=== Exercise goal ===
Your answer should consist only of the lines below from the one with "assert cond.sigma == pytest.approx(expected, rel=0.02" through the one with "# KS test against", copied exactly.

=== Information given ===
•••

"""Conditioning: whitening statistics, the filter_response contract, NaN gaps, gating."""

from __future__ import annotations

import numpy as np
import pytest
from gwpy.timeseries import TimeSeries
from scipy import stats

from ringsearch.data.condition import condition
from ringsearch.data.noise import design_psd, gaussian_noise
from ringsearch.data.psd import estimate_psd, median_bias
from ringsearch.errors import InputError

FS = 4096
PSD = design_psd(np.arange(0.0, FS / 2 + 0.25, 0.25))


@pytest.fixture(scope="module")
def noise():
    return gaussian_noise(PSD, 128.0, FS, 31)


def _inside(cond):
    seg = cond.analysable[0]
    return cond.whitened.crop(float(seg[0]), float(seg[1])).value


@pytest.mark.parametrize("known_psd", [True, False])
def test_whitened_gaussian_noise_is_unit_variance_and_normal(noise, known_psd):
    cond = condition(noise, psd=PSD if known_psd else None)
    # Band-limited variant: with H = 1/sqrt(S fs/2) on [f_low, f_high], whitened noise
    # has variance 2 (f_high - f_low) / fs (Parseval), not 1; cond.sigma records it.
    expected = np.sqrt(2 * (cond.f_high - cond.f_low) / FS)
    assert cond.sigma == pytest.approx(expected, rel=0.02 if not known_psd else 2e-3)
    z = _inside(cond) / cond.sigma
    # ~2 B T = 4e5 independent samples: the variance has standard error 0.0022; a
    # tolerance of 0.015 (0.03 with an estimated PSD, whose errors add) is > 6 sigma.
    assert np.var(z) == pytest.approx(1.0, abs=0.015 if known_psd else 0.03)
    # KS test against N(0, 1) on every 64th sample (band-limited samples 64 apart have
    # correlation < 0.013): false-failure probability 1e-4 by construction of p.
    assert stats.kstest(z[::64], "norm").pvalue > 1e-4
    assert cond.gates.empty


def test_whitened_spectrum_is_flat(noise):
    cond = condition(noise, psd=PSD)
    seg = cond.analysable[0]
    wpsd = estimate_psd(cond.whitened.crop(float(seg[0]), float(seg[1])), seglen=2.0)
    f = wpsd.frequencies.value
    band = (f >= cond.f_low + 2) & (f <= cond.f_high - 2)
    ratio = wpsd.value[band][::4] / (2.0 / FS)  # flat level of the normalised whitening
    n = wpsd.n_segments
    z = (ratio - 1) * median_bias(n) * np.sqrt(n)
    # Same statistics as the PSD-estimate test: ~800 independent z -> 5/sqrt(M) on the
    # mean and 0.85..1.15 on the spread (> 6 sigma); false-failure probability < 1e-5.
    assert abs(z.mean()) < 5 / np.sqrt(z.size)
    assert 0.85 < z.std() < 1.15
    # Below the band nothing is left but window leakage (measured < 1e-5 of the level).
    below = (f >= 1) & (f < cond.f_low - 2)
    assert np.all(wpsd.value[below] < 1e-4 * (2.0 / FS))


def test_filter_response_gives_the_matched_filter_inner_product(noise):
    cond = condition(noise, psd=PSD)
    n = noise.size
    t = np.arange(n) / FS
    f = np.fft.rfftfreq(n, 1 / FS)
    band = (f >= cond.f_low) & (f <= cond.f_high)
    s = design_psd(f).value
    # Direct frequency-domain inner product 4 Re sum d~ conj(u~) / S df (DESIGN.md),
    # with d~ = dt * DFT(d).
    def inner(a, b):
        a_f = np.fft.rfft(a) / FS
        b_f = np.fft.rfft(b) / FS
        return 4 * np.real(np.sum(a_f[band] * np.conj(b_f[band]) / s[band])) * FS / n

    t0 = 64.0
    tail = np.clip(t - t0, 0, None)
    ringdown = np.where(t >= t0, np.exp(-tail / 0.004) * np.cos(2 * np.pi * 251 * tail), 0)
    sinusoid = np.sin(2 * np.pi * 150.0 * t) * np.exp(-(((t - 60) / 2.0) ** 2))
    for u in (1e-21 * ringdown, 1e-22 * sinusoid):
        # <u, u>: both sides whitened with H
        td = np.sum(cond.whiten(u) ** 2)
        assert td == pytest.approx(inner(u, u), rel=1e-3)
        # <d, u>: the conditioned data of d = noise + u against the whitened template
        d = TimeSeries(noise.value + u, t0=0, sample_rate=FS, name="H1")
        dc = condition(d, psd=PSD)
        assert np.sum(dc.whitened.value * dc.whiten(u)) == pytest.approx(
            inner(noise.value + u, u), rel=1e-3)
    # In band H^2 S fs / 2 = 1 up to the smoothing of the truncated filter: measured
    # 1.3e-2 within 2 Hz of f_low (the ideal response has a kink there) and < 2e-4 above.
    h = cond.filter_response(f)
    ratio = h ** 2 * s * FS / 2
    assert np.all(np.abs(ratio[band] - 1) < 0.02)
    assert np.all(np.abs(ratio[band & (f > cond.f_low + 2)] - 1) < 1e-3)
    assert np.all(h[~band] == 0.0)


def test_filter_response_on_any_grid():
    cond = condition(gaussian_noise(PSD, 16.0, FS, 4), psd=PSD)
    grid = np.fft.rfftfreq(3000, 1 / FS)  # an FFT grid the data never used
    off = grid + 1e-3  # not on any FFT grid: evaluated by the direct cosine sum
    a, b = cond.filter_response(grid), cond.filter_response(off)
    inb = (grid > cond.f_low + 1) & (grid < cond.f_high - 1)
    assert np.allclose(a[inb], b[inb], rtol=1e-3)
    # Exact on the grid: the FFT of the taps equals their direct cosine sum.
    k = (cond.taps.size - 1) // 2
    lags = np.arange(-k, k + 1)
    direct = np.array([np.sum(cond.taps * np.cos(2 * np.pi * fr * lags / FS))
                       for fr in grid[inb][::50]])
    assert np.allclose(a[inb][::50], direct, rtol=1e-9)
    assert cond.filter_response(np.array([[100.0, 5.0]])).shape == (1, 2)


def test_nan_gap_is_zero_filled_and_excluded(noise):
    x = noise.value.copy()
    x[50 * FS:54 * FS] = np.nan
    cond = condition(TimeSeries(x, t0=100.0, sample_rate=FS, name="L1"), psd=PSD)
    w = cond.whitened.value
    assert np.all(np.isfinite(w))
    assert np.all(w[50 * FS:54 * FS] == 0.0)
    segs = [(float(a), float(b)) for a, b in cond.analysable]
    e = cond.edge
    assert segs == [(100 + e, 150 - e), (154 + e, 228 - e)]
    assert cond.detector == "L1" and cond.t0 == 100.0
    z = np.concatenate([cond.whitened.crop(a, b).value for a, b in segs]) / cond.sigma
    assert np.var(z) == pytest.approx(1.0, abs=0.02)  # as above, > 6 sigma
    # DQ segments restrict the same way.
    dq = condition(noise, psd=PSD, analysable=[(0.0, 40.0), (60.0, 128.0)])
    assert [(float(a), float(b)) for a, b in dq.analysable] == [(e, 40 - e), (60 + e, 128 - e)]
    assert np.all(dq.whitened.value[41 * FS:59 * FS] == 0.0)


def test_gating_finds_a_loud_glitch_at_the_right_time(noise):
    t = noise.times.value
    # Sine-Gaussian glitch, 300 Hz, Q ~ 9 (tau 5 ms), peak 100 times the noise's
    # standard deviation.
    t_g = 71.3
    amp = 100 * np.std(noise.value)
    glitch = amp * np.exp(-(((t - t_g) / 0.005) ** 2)) * np.sin(2 * np.pi * 300 * t)
    dirty = TimeSeries(noise.value + glitch, t0=0, sample_rate=FS, name="H1")
    cond = condition(dirty, psd=PSD)
    assert len(cond.gates) == 1
    gate = cond.gates.iloc[0]
    assert abs(gate.gps - t_g) < 0.01
    assert gate.peak > cond.gate_threshold == 100 and gate.width_s == 0.5
    # The gated time is no longer analysable; the rest is untouched Gaussian noise.
    assert not any(a <= t_g <= b for a, b in cond.analysable)
    clean = condition(noise, psd=PSD)
    far = (t > 10) & (t < 60)  # the band mask's weak 1/t tails reach here (~1e-3 sigma)
    diff = cond.whitened.value[far] - clean.whitened.value[far]
    assert np.max(np.abs(diff)) < 0.01 * cond.sigma
    near = (t > t_g - 0.2) & (t < t_g + 0.2)
    assert np.max(np.abs(cond.whitened.value[near])) / cond.sigma < 5
    # Without gating the glitch stays in the data.
    ungated = condition(dirty, psd=PSD, gate_threshold=np.inf)
    assert ungated.gates.empty
    assert np.max(np.abs(ungated.whitened.value[near])) / ungated.sigma > 100


def test_default_gate_spares_loud_ringdowns(noise):
    # A ringdown of optimal SNR 80 at 1 kHz (tau 1 ms, the spikiest case considered)
    # peaks near 0.8 * 80 = 64 whitened sigmas: below the default threshold, so the
    # signal the search looks for is never removed.
    t = noise.times.value
    tail = np.clip(t - 64.0, 0, None)
    u = np.where(t >= 64.0, np.exp(-tail / 0.001) * np.cos(2 * np.pi * 1000 * tail), 0.0)
    clean = condition(noise, psd=PSD)
    u *= 80 / np.sqrt(np.sum(clean.whiten(u) ** 2))
    cond = condition(TimeSeries(noise.value + u, t0=0, sample_rate=FS, name="H1"), psd=PSD)
    assert cond.gates.empty
    assert 40 < np.max(np.abs(cond.whitened.value)) / cond.sigma < cond.gate_threshold


def test_gaussian_noise_is_gated_at_the_rate_the_threshold_implies(noise):
    # At the default threshold (100 sigma) the chance per sample underflows to 0:
    # no gate is expected.
    assert condition(noise, psd=PSD).gates.empty
    # At 4 sigma: P(|z| > 4) = 6.3e-5 per sample; each gate needs at least one such
    # sample, so the count is at most Poisson with mean 6.3e-5 * n_samples (~33).  The
    # 1 - 1e-6 quantile bounds it (false-failure probability 1e-6).
    cond = condition(noise, psd=PSD, gate_threshold=4.0)
    n_inside = sum(float(b - a) for a, b in condition(noise, psd=PSD).analysable) * FS
    mean = 2 * stats.norm.sf(4.0) * n_inside
    assert len(cond.gates) <= stats.poisson.ppf(1 - 1e-6, mean)
    assert np.all(cond.gates.peak > 4.0)


def test_conditioning_is_reproducible(noise):
    a = condition(noise)
    b = condition(noise)
    assert a.whitened.value.tobytes() == b.whitened.value.tobytes()
    assert a.psd.value.tobytes() == b.psd.value.tobytes()


def test_psd_exclusion_changes_only_the_psd_input():
    x = gaussian_noise(PSD, 32.0, FS, 2)
    a = condition(x, psd_exclude=(14.0, 18.0))
    assert a.psd.n_segments < condition(x).psd.n_segments


def test_bad_input(noise):
    short = gaussian_noise(PSD, 2.0, FS, 1)
    with pytest.raises(InputError, match="segment length 4 s"):
        condition(short)
    with pytest.raises(InputError, match="f_high"):
        condition(noise, f_high=3000.0)
    with pytest.raises(InputError, match="f_high"):
        condition(noise, f_low=500.0, f_high=400.0)
    with pytest.raises(InputError, match="f_low"):
        condition(noise, f_low=-1.0)
    with pytest.raises(InputError, match="truncation"):
        condition(noise, truncation=8.0)
    with pytest.raises(InputError, match="gate_threshold"):
        condition(noise, gate_threshold=0.0)
    allnan = TimeSeries(np.full(8 * FS, np.nan), sample_rate=FS, name="H1")
    with pytest.raises(InputError, match="no finite data"):
        condition(allnan)


def test_gw150914_whitened_peak_is_the_event(gw150914_files):
    from conftest import GW150914_GPS

    from ringsearch.data.io import read_strain_with_quality

    strain, segs = read_strain_with_quality(gw150914_files["H1"])
    cond = condition(strain, analysable=segs)
    assert cond.gates.empty  # the event must not be gated away
    inside = cond.whitened.crop(*cond.analysable[0])
    z = np.abs(inside.value) / cond.sigma
    # The loudest whitened H1 sample lies at the published merger time
    # (Abbott et al. 2016, PRL 116, 061102: GPS 1126259462.42), within 0.1 s.
    assert abs(inside.times.value[np.argmax(z)] - GW150914_GPS) < 0.1
    # Whitened real noise is near unit variance (lines make it slightly non-white).
    assert 0.8 < np.std(inside.value) / cond.sigma < 1.2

•••

=== Response to this exercise ===
    assert cond.sigma == pytest.approx(expected, rel=0.02 if not known_psd else 2e-3)
    z = _inside(cond) / cond.sigma
    # ~2 B T = 4e5 independent samples: the variance has standard error 0.0022; a
    # tolerance of 0.015 (0.03 with an estimated PSD, whose errors add) is > 6 sigma.
    assert np.var(z) == pytest.approx(1.0, abs=0.015 if known_psd else 0.03)
    # KS test against N(0, 1) on every 64th sample (band-limited samples 64 apart have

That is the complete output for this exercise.